Cameron 10/16/2018 at 01:10am
Hey Corndog. You gotta try the recipe and tell me how you like it. Next pot you get, get a 15 gal for BIAB It's perfect for 5 gallon batches. That's cool you are in Ohio too. I'll try to pick up some of the Nosferatu GLB. Thanks for the tip. I have the grain coming my way for a couple batches of this recipe. Prost !


CornDog 10/17/2018 at 11:39pm
Yes I will. Probably just half it first time out. Tonight I kegged 2.5 gal of an Autumn Hard Cider ... I racked cider 6.3% onto some berries I harvest from my Korean Dogwood tree (taste like pumpkin and mango) and the some whole berry cranberry sauce, fresh ginger and some cinnamon.
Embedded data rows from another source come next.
export class FasciculationRule implements GrowthRule {
  readonly name = 'fasciculation';
  readonly kind: ShaftIndexKind;
  /** shafts by compact id (tangents, metrics): the index's own store, appended through the index */
  readonly shafts: ShaftStore;
  readonly index: ShaftIndex;
  /** cone i → shaft id, −1 for axons of populations without adhesion */
  readonly idOf: Int32Array;
  /** shaft id → cone i */
  readonly axonOf: Int32Array;
  private readonly world: World;
  private readonly classCount: number;
  /** shaft id → adhesion class index */
  private readonly classOf: Int32Array;
  /** [population × class] = 1 where that population adheres to that class */
  private readonly compat: Uint8Array;
  /** per population (by index): w_f, w_p, w_t, r_f, θ; w_f < 0 marks no adhesion block */
  private readonly weight: Float64Array;
  private readonly pull: Float64Array;
  private readonly align: Float64Array;
  private readonly radius: Float64Array;
  private readonly release: Float64Array;
  /** per shaft id: steps steered by adhesion, and steps where a shaft was in reach but the cone let go */
  private readonly attachedSteps: Uint32Array;
  private readonly releasedSteps: Uint32Array;
  /** shaft ids moved this step, appended at the next beforeStep */
  private readonly pending: Int32Array;
  private pendingCount = 0;
  private readonly started: Uint8Array;
  /** per shaft id: last step's nearest shaft and segment (−1: none), the hint that bounds this
   *  step's search (nearestFromHint: same answer, a much smaller search box for a riding cone) */
  private readonly lastAxon: Int32Array;
  private readonly lastSegment: Int32Array;
  /** per shaft id: µm grown since the last index search, and the length that calls the next */
  private readonly sinceSearch: Float32Array;
  private readonly searchEvery: Float32Array;
  private readonly near: NearestSegment = createNearestSegment();
  /** per shaft id, this step's nearest shaft as findShafts left it for steer: the step it was
   *  found for, its axon (−1: none) and segment, whether an index search found it, and its
   *  closest point q and direction t̂ (6 per id) */
  private readonly foundStep: Int32Array;
  private readonly foundAxon: Int32Array;
  private readonly foundSegment: Int32Array;
  private readonly foundBySearch: Uint8Array;
  private readonly foundGeometry: Float64Array;
  /** sort keys of a step's searches: home cell, then shaft id */
  private readonly searchKeys: Float64Array;
  private readonly idBits: number;
  private readonly cellInv: number;
  private step = -1;
  private readonly findAhead: boolean;
  private readonly f = new Float64Array(3);
  private readonly t = new Float64Array(3);
  private readonly gp = new Float64Array(3);
  /** the query's own id and compat row, read by `accept` (made once, not per query) */
  private qSelf = -1;
  private qRow = 0;
  private readonly accept: (id: number) => boolean;
  private result: FasciculationMetrics | undefined;

  constructor(world: World, kind: ShaftIndexKind, options: FasciculationOptions = {}) {
    this.world = world;
    this.findAhead = options.findAhead ?? true;
    this.kind = kind;
    const { cones, populations } = world;
    const adhesive = populations.filter((p) => p.spec.adhesion);
    const classes = [...new Set(adhesive.map((p) => p.spec.adhesion!.class))];
    this.classCount = classes.length;

    const P = populations.length;
    this.weight = new Float64Array(P).fill(-1);
    this.pull = new Float64Array(P);
    this.align = new Float64Array(P);
    this.radius = new Float64Array(P);
    this.release = new Float64Array(P);
    this.compat = new Uint8Array(P * this.classCount);
    for (const p of adhesive) {
      const a = p.spec.adhesion!;
      this.weight[p.index] = a.weight;
      this.pull[p.index] = a.pull;
      this.align[p.index] = a.align;
      this.radius[p.index] = a.radius;
      this.release[p.index] = a.release;
      for (const c of a.adheresTo) {
        const k = classes.indexOf(c);
        if (k >= 0) this.compat[p.index * this.classCount + k] = 1;
      }
    }

    const n = adhesive.reduce((s, p) => s + p.count, 0);
    this.idOf = new Int32Array(cones.count).fill(-1);
    this.axonOf = new Int32Array(n);
    this.classOf = new Int32Array(n);
    let id = 0;
    for (const p of adhesive) {
      const k = classes.indexOf(p.spec.adhesion!.class);
      for (let i = p.first; i < p.first + p.count; i++, id++) {
        this.idOf[i] = id;
        this.axonOf[id] = i;
        this.classOf[id] = k;
      }
    }

    // A point per step plus the seed point; the store doubles if an axon outgrows it.
    const maxPoints = Math.min(world.steps + 1, 4096);
    const cellSize = Math.max(...adhesive.map((p) => p.spec.adhesion!.radius));
    this.index = createShaftIndex(kind, { axons: Math.max(1, n), maxPointsPerAxon: maxPoints, cellSize });
    this.shafts = this.index.shafts;
    this.attachedSteps = new Uint32Array(n);
    this.releasedSteps = new Uint32Array(n);
    this.pending = new Int32Array(n);
    this.started = new Uint8Array(n);
    this.lastAxon = new Int32Array(n).fill(-1);
    this.lastSegment = new Int32Array(n);
    this.sinceSearch = new Float32Array(n);
    this.searchEvery = new Float32Array(n);
    for (let id = 0; id < n; id++) {
      const every = RESEARCH_RADII * this.radius[cones.population[this.axonOf[id]]];
      this.searchEvery[id] = every;
      this.sinceSearch[id] = every * ((id * 0.6180339887498949) % 1); // staggered first interval
    }
    this.foundStep = new Int32Array(n).fill(-1);
    this.foundAxon = new Int32Array(n);
    this.foundSegment = new Int32Array(n);
    this.foundBySearch = new Uint8Array(n);
    this.foundGeometry = new Float64Array(6 * n);
    this.searchKeys = new Float64Array(n);
    this.idBits = Math.max(1, Math.ceil(Math.log2(n + 1)));
    this.cellInv = 1 / cellSize;
    this.accept = (other: number) => other !== this.qSelf && this.compat[this.qRow + this.classOf[other]] === 1;
  }

  beforeStep(step: number): void {
    this.flush();
    this.step = step;
    if (this.findAhead) this.findShafts(step);
  }

  steer(i: number, pop: ConePopulation, x: number, y: number, z: number, h: Float64Array): void {
    const P = pop.index;
    const wf = this.weight[P];
    if (wf <= 0) return; // no adhesion block (−1) or adhesion switched off (0)
    const self = this.idOf[i];
    // findShafts found it at the start of the step; a cone it did not expect is served now
    if (this.foundStep[self] !== this.step && !this.follow(self, x, y, z)) this.search(self, x, y, z, -1, 0);
    if (this.foundBySearch[self] === 1) this.sinceSearch[self] = 0;
    const a = this.foundAxon[self];
    if (a < 0) {
      this.lastAxon[self] = -1;
      return;
    }
    this.lastAxon[self] = a;
    this.lastSegment[self] = this.foundSegment[self];

    const heading = this.world.cones.heading, o = 3 * i;
    const dx = heading[o], dy = heading[o + 1], dz = heading[o + 2];
    const f = this.f, g = this.foundGeometry, k = 6 * self;
    const tx = g[k + 3], ty = g[k + 4], tz = g[k + 5];
    adhesionTerm(x, y, z, dx, dy, dz, g[k], g[k + 1], g[k + 2], tx, ty, tz, this.radius[P], this.pull[P], this.align[P], f);
    const ax = wf * f[0], ay = wf * f[1], az = wf * f[2];
    const beta = pop.spec.persistence;
    const gx = h[0] - beta * dx, gy = h[1] - beta * dy, gz = h[2] - beta * dz;
    const gp = this.gp;
    acrossShaft(gx, gy, gz, tx, ty, tz, gp);
    if (releases(gp[0], gp[1], gp[2], ax, ay, az, this.release[P])) {
      this.releasedSteps[self]++;
      return;
    }
    this.attachedSteps[self]++;
    h[0] += ax - gp[0]; h[1] += ay - gp[1]; h[2] += az - gp[2];
  }

  moved(i: number, _pop: ConePopulation, x0: number, y0: number, z0: number): void {
    const id = this.idOf[i];
    if (id < 0) return;
    if (this.started[id] === 0) {
      // the seed point: alone it is no segment, so appending it now is invisible to queries
      this.started[id] = 1;
      this.appendPoint(id, x0, y0, z0);
    }
    this.pending[this.pendingCount++] = id;
    const pos = this.world.cones.position, o = 3 * i;
    const dx = pos[o] - x0, dy = pos[o + 1] - y0, dz = pos[o + 2] - z0;
    this.sinceSearch[id] += Math.sqrt(dx * dx + dy * dy + dz * dz);
  }

  finish(): void {
    this.flush();
    const pops = this.world.populations.filter((p) => p.spec.adhesion);
    const radius = new Float64Array(this.axonOf.length);
    for (let id = 0; id < radius.length; id++) radius[id] = this.radius[this.world.cones.population[this.axonOf[id]]];
    const cones = this.world.cones;
    this.result = fasciculationMetrics({
      shafts: this.shafts,
      index: this.index,
      radius,
      adheres: (a, b) => this.compat[cones.population[this.axonOf[a]] * this.classCount + this.classOf[b]] === 1,
      groups: pops.map((p) => ({ name: p.name, from: this.idOf[p.first], to: this.idOf[p.first] + p.count })),
    });
  }

  metrics(): Record<string, unknown> {
    if (!this.result) this.finish();
    let attached = 0, released = 0;
    for (let id = 0; id < this.attachedSteps.length; id++) {
      attached += this.attachedSteps[id];
      released += this.releasedSteps[id];
    }
    return {
      fasciculation: {
        ...this.result,
        radiusUm: Object.fromEntries(this.world.populations.filter((p) => p.spec.adhesion).map((p) => [p.name, p.spec.adhesion!.radius])),
        attachedSteps: attached,
        releasedSteps: released,
        segments: this.index.segmentCount,
        index: this.kind,
      },
    };
  }

  axonColumns(): { name: string; values: ArrayLike<number | string> }[] {
    const n = this.world.cones.count;
    const attached = new Float64Array(n), released = new Float64Array(n);
    for (let id = 0; id < this.axonOf.length; id++) {
      attached[this.axonOf[id]] = this.attachedSteps[id];
      released[this.axonOf[id]] = this.releasedSteps[id];
    }
    return [
      { name: 'fasciculated_steps', values: attached },
      { name: 'released_steps', values: released },
    ];
  }

  // -------------------------------------------------------------------------------------------

  /** Finds the nearest shaft of every cone that will steer this step, before any moves, for
   *  steer to read: the held shaft followed in shaft id order, then the index searches (held
   *  shaft lost, interval up, or none held) sorted by home cell, so that searches in one cell
   *  find its entries and candidates in cache. The same answers as found cone by cone in
   *  steer: the shafts, the cones' positions and their held shafts are all as they stood when
   *  the step began. It touches none of the rule's state, which steer updates. */
  private findShafts(step: number): void {
    const { cones, populations } = this.world;
    const pos = cones.position, keys = this.searchKeys, inv = this.cellInv;
    const idScale = 2 ** this.idBits, cellBits = Math.floor((52 - this.idBits) / 3), cellMask = 2 ** cellBits - 1;
    let m = 0;
    for (let id = 0; id < this.axonOf.length; id++) {
      const i = this.axonOf[id], st = cones.status[i], pop = populations[cones.population[i]];
      if (!(st === GROWING || (st === WAITING && step >= pop.startStep)) || this.weight[pop.index] <= 0) continue;
      const o = 3 * i, x = pos[o], y = pos[o + 1], z = pos[o + 2];
      if (this.follow(id, x, y, z)) continue;
      const cx = Math.floor(x * inv) & cellMask, cy = Math.floor(y * inv) & cellMask, cz = Math.floor(z * inv) & cellMask;
      keys[m++] = ((cx * (cellMask + 1) + cy) * (cellMask + 1) + cz) * idScale + id;
    }
    const sorted = keys.subarray(0, m).sort();
    let nearAxon = -1, nearSegment = 0;
    for (let k = 0; k < m; k++) {
      const id = sorted[k] % idScale, o = 3 * this.axonOf[id];
      this.search(id, pos[o], pos[o + 1], pos[o + 2], nearAxon, nearSegment);
      if (this.foundAxon[id] >= 0) {
        nearAxon = this.foundAxon[id];
        nearSegment = this.foundSegment[id];
      }
    }
  }

  /** Between searches a cone follows the shaft it held last step: its nearest segment near the
   *  last one. False where the search interval is up, no shaft is held, or the held one is out
   *  of reach: then the index is searched. */
  private follow(id: number, x: number, y: number, z: number): boolean {
    const held = this.lastAxon[id];
    if (held < 0 || this.sinceSearch[id] >= this.searchEvery[id]) return false;
    const r = this.radius[this.world.cones.population[this.axonOf[id]]];
    if (!nearestOnShaft(this.shafts, x, y, z, r, held, this.lastSegment[id], HINT_WINDOW, this.near)) return false;
    this.keepFound(id, true, 0);
    return true;
  }

  /** Index search, from the held shaft's distance where the interval is up (the nearest
   *  within r_f lies within it). Where the held shaft was lost or none is held, from the
   *  distance of shaft nearAxon's segments around nearSegment, if it is one the cone adheres
   *  to (findShafts passes the answer of the search before, nearby in its order), else from
   *  r_f. Either bound leaves the answer as it is (nearestFromHint). */
  private search(id: number, x: number, y: number, z: number, nearAxon: number, nearSegment: number): void {
    const P = this.world.cones.population[this.axonOf[id]];
    const held = this.lastAxon[id];
    this.qSelf = id;
    this.qRow = P * this.classCount;
    let hint = -1, hintSegment = 0;
    if (held >= 0 && this.sinceSearch[id] >= this.searchEvery[id]) {
      hint = held;
      hintSegment = this.lastSegment[id];
    } else if (nearAxon >= 0 && this.accept(nearAxon)) {
      hint = nearAxon;
      hintSegment = nearSegment;
    }
    const found = nearestFromHint(this.index, this.shafts, x, y, z, this.radius[P], this.accept, hint, hintSegment, HINT_WINDOW, this.near);
    this.keepFound(id, found, 1);
  }

  /** Records this.near as shaft id's answer for this step, with the shaft direction there. */
  private keepFound(id: number, found: boolean, bySearch: number): void {
    this.foundStep[id] = this.step;
    this.foundBySearch[id] = bySearch;
    if (!found) {
      this.foundAxon[id] = -1;
      return;
    }
    const near = this.near, g = this.foundGeometry, k = 6 * id, t = this.t;
    this.foundAxon[id] = near.axon;
    this.foundSegment[id] = near.segment;
    shaftDirection(this.shafts, near.axon, near.segment, TANGENT_WINDOW, t);
    g[k] = near.px; g[k + 1] = near.py; g[k + 2] = near.pz;
    g[k + 3] = t[0]; g[k + 4] = t[1]; g[k + 5] = t[2];
  }

  /** Appends each queued cone's current position (where its last step ended). */
  private flush(): void {
    const pos = this.world.cones.position;
    for (let k = 0; k < this.pendingCount; k++) {
      const id = this.pending[k];
      const o = 3 * this.axonOf[id];
      this.appendPoint(id, pos[o], pos[o + 1], pos[o + 2]);
    }
    this.pendingCount = 0;
  }

  /** Appends to the index, skipping a repeat of the last point (a cone a wall held back). */
  private appendPoint(id: number, x: number, y: number, z: number): void {
    if (!this.shafts.isLastPoint(id, x, y, z)) this.index.append(id, x, y, z);
  }
}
Tastes real nice with spice and snap of ginger but still apple enough. Taking some to my neighbors 50th B-day on Friday. Proud to serve it๐Ÿ˜€!


Chasjs 10/26/2018 at 08:31pm
Cameron:

On the Youtube video you show putting the ginger and the cinnamon in for a full 60 min. boil. In the recipe it shows 5 Min. Which is correct?

Have you tried the spices in the second stage - like dry hopping. I have seen some recommending in outer recipes to soak the cinnamon in vodka for an hour then adding the vodka to the secondary. Thanks for sharing you recipe. I plan on doing this one for the holidays.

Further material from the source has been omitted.